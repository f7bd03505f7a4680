import { beforeAll, describe, expect, it } from "vitest";
import { and, eq } from "drizzle-orm";
import { GET as flightLineRoute } from "@/app/api/clubs/[club]/flight-line/route";
import { GET as squawkRoute } from "@/app/api/clubs/[club]/squawks/[squawkId]/route";
import { auditLog, squawkEvents, squawks } from "@/db/schema";
import { closeSquawk } from "@/lib/actions/fleet/close-squawk";
import { reportSquawk } from "@/lib/actions/fleet/report-squawk";
import { triageSquawk } from "@/lib/actions/fleet/triage-squawk";
import type { FlightLineEntry } from "@/lib/fleet/types";
import { EMPTY, db, squawkIdOf, form, signInAs } from "./helpers";
import { callRoute, planeByRegistration, seedFleetOnce } from "./fleet-helpers";

const CLUB = "reedwater";

async function lineEntry(registration: string): Promise<FlightLineEntry> {
  const { status, body } = await callRoute(flightLineRoute, `/api/clubs/${CLUB}/flight-line`, { club: CLUB });
  expect(status).toBe(200);
  const entry = (body as { entries: FlightLineEntry[] }).entries.find((e) => e.aircraft.registration === registration);
  if (!entry) throw new Error(`${registration} not on the flight line`);
  return entry;
}

describe("squawks: report, triage, return to service", () => {
  let squawkId = "";
  beforeAll(async () => {
    await seedFleetOnce();
  });

  it("the demo fleet starts as the scenario says", async () => {
    signInAs("member@hangarline.test");
    expect((await lineEntry("N0512L")).status).toBe("grounded");
    expect((await lineEntry("N0527L")).status).toBe("limited");
    expect((await lineEntry("N0556L")).status).toBe("flyable");
  });

  it("a member reports a grounding squawk and the JSON route says grounded with that reason", async () => {
    signInAs("member@hangarline.test");
    const plane = planeByRegistration(CLUB, "N0556L");
    squawkId = await squawkIdOf(() => reportSquawk(EMPTY, form({ club: CLUB, aircraftId: plane.id, description: "Elevator trim tab loose at the hinge", foundDuring: "preflight", suspectedGrounding: "on" })));
    const entry = await lineEntry("N0556L");
    expect(entry.status).toBe("grounded");
    expect(entry.reasons).toContainEqual({ code: "squawk-untriaged", text: "Squawk reported as affecting airworthiness, awaiting triage: Elevator trim tab loose at the hinge", grounding: true });
    expect(entry.openSquawks.map((s) => s.id)).toContain(squawkId);
  });

  it("a member cannot triage or close, and nothing changes", async () => {
    signInAs("member@hangarline.test");
    const triage = await triageSquawk(EMPTY, form({ club: CLUB, squawkId, triage: "note" }));
    expect(triage.ok).toBe(false);
    expect(triage.message).toMatch(/maintenance officer/i);
    const close = await closeSquawk(EMPTY, form({ club: CLUB, squawkId, repairNotes: "Fixed it myself", rtsMechanicName: "Me", rtsCertificate: "none", rtsOn: "2026-01-01" }));
    expect(close.ok).toBe(false);
    const row = db().select().from(squawks).where(eq(squawks.id, squawkId)).get()!;
    expect(row).toMatchObject({ status: "open", triage: "untriaged" });
  });

  it("deferring needs the limitation, the placard and who determined it (14 CFR 91.213(d))", async () => {
    signInAs("maintenance@hangarline.test");
    const state = await triageSquawk(EMPTY, form({ club: CLUB, squawkId, triage: "deferred" }));
    expect(state.ok).toBe(false);
    expect(Object.keys(state.fieldErrors).sort()).toEqual(["deferralDeterminedBy", "limitation", "placarded"]);
    expect(state.fieldErrors.placarded?.[0]).toMatch(/placarded inoperative/);
  });

  it("maintenance triages as grounding, then records the repair and return to service → flyable", async () => {
    const maint = signInAs("maintenance@hangarline.test")!;
    expect((await triageSquawk(EMPTY, form({ club: CLUB, squawkId, triage: "grounding", note: "Hinge bolt backing out" }))).ok).toBe(true);
    expect((await lineEntry("N0556L")).reasons[0]).toMatchObject({ code: "squawk-grounding", grounding: true });

    const missing = await closeSquawk(EMPTY, form({ club: CLUB, squawkId, repairNotes: "Bolt replaced and safetied", rtsOn: "2026-01-01" }));
    expect(missing.ok).toBe(false);
    expect(missing.fieldErrors.rtsMechanicName?.[0]).toMatch(/mechanic/);
    expect(missing.fieldErrors.rtsCertificate?.[0]).toMatch(/certificate/);

    const closed = await closeSquawk(EMPTY, form({ club: CLUB, squawkId, repairNotes: "Bolt replaced and safetied", rtsMechanicName: "Petra Voskuijlen", rtsCertificate: "A&P 0005168", rtsOn: "2026-01-01" }));
    expect(closed).toMatchObject({ ok: true });
    const entry = await lineEntry("N0556L");
    expect(entry.status).toBe("flyable");
    expect(entry.openSquawks).toHaveLength(0);

    const row = db().select().from(squawks).where(eq(squawks.id, squawkId)).get()!;
    expect(row).toMatchObject({ status: "closed", rtsMechanicName: "Petra Voskuijlen", rtsCertificate: "A&P 0005168", closedById: maint.id });
    const audit = db().select().from(auditLog).where(and(eq(auditLog.subjectId, squawkId), eq(auditLog.action, "squawk.close"))).all();
    expect(audit).toHaveLength(1);
  });

  it("keeps every transition with who and when; the squawk route shows them", async () => {
    const events = db().select().from(squawkEvents).where(eq(squawkEvents.squawkId, squawkId)).orderBy(squawkEvents.createdAt).all();
    expect(events.map((e) => e.kind)).toEqual(["reported", "triaged", "closed"]);
    expect(events.every((e) => e.actorId && e.createdAt instanceof Date)).toBe(true);
    signInAs("member@hangarline.test");
    const { status, body } = await callRoute(squawkRoute, `/api/clubs/${CLUB}/squawks/${squawkId}`, { club: CLUB, squawkId });
    expect(status).toBe(200);
    expect((body as { events: { kind: string; actorName: string }[] }).events.map((e) => `${e.kind}:${e.actorName}`)).toEqual(["reported:Rowan Pike", "triaged:Mei Lindqvist", "closed:Mei Lindqvist"]);
  });

  it("refuses to delete or rewrite history at the database itself", () => {
    expect(() => db().delete(squawkEvents).where(eq(squawkEvents.squawkId, squawkId)).run()).toThrow(/never deleted/);
    expect(() => db().update(squawkEvents).set({ note: "rewritten" }).where(eq(squawkEvents.squawkId, squawkId)).run()).toThrow(/never updated/);
    expect(() => db().delete(squawks).where(eq(squawks.id, squawkId)).run()).toThrow(/never deleted/);
  });

  it("a deferred, placarded squawk makes the aircraft flyable with limits and says what is not allowed", async () => {
    signInAs("member@hangarline.test");
    const plane = planeByRegistration(CLUB, "N0556L");
    const id = await squawkIdOf(() => reportSquawk(EMPTY, form({ club: CLUB, aircraftId: plane.id, description: "Right navigation light out", foundDuring: "postflight" })));
    expect((await lineEntry("N0556L")).status).toBe("unknown"); // untriaged: nobody has looked yet
    signInAs("maintenance@hangarline.test");
    const triaged = await triageSquawk(EMPTY, form({ club: CLUB, squawkId: id, triage: "deferred", limitation: "No night flight", placarded: "on", deferralDeterminedBy: "Hollis Fairbank, A&P 0003902 IA" }));
    expect(triaged.ok).toBe(true);
    const entry = await lineEntry("N0556L");
    expect(entry.status).toBe("limited");
    expect(entry.reasons[0]!.text).toBe("Deferred, placarded inoperative (14 CFR 91.213(d)): Right navigation light out. Limitation: No night flight");
  });

  it("refuses a squawk without a description, with the field's message, writing nothing", async () => {
    signInAs("member@hangarline.test");
    const before = db().select().from(squawks).all().length;
    const plane = planeByRegistration(CLUB, "N0534L");
    const state = await reportSquawk(EMPTY, form({ club: CLUB, aircraftId: plane.id, description: "", foundDuring: "sometime" }));
    expect(state.ok).toBe(false);
    expect(state.fieldErrors.description?.[0]).toMatch(/what you found/);
    expect(state.fieldErrors.foundDuring?.[0]).toMatch(/when you found it/);
    expect(db().select().from(squawks).all().length).toBe(before);
  });
});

* **Task brief**: Where does the string "squawkIdOf" appear in the records? Copy every line that holds it.

* **Exercise answer**:
import { EMPTY, db, squawkIdOf, form, signInAs } from "./helpers";
    squawkId = await squawkIdOf(() => reportSquawk(EMPTY, form({ club: CLUB, aircraftId: plane.id, description: "Elevator trim tab loose at the hinge", foundDuring: "preflight", suspectedGrounding: "on" })));
    const id = await squawkIdOf(() => reportSquawk(EMPTY, form({ club: CLUB, aircraftId: plane.id, description: "Right navigation light out", foundDuring: "postflight" })));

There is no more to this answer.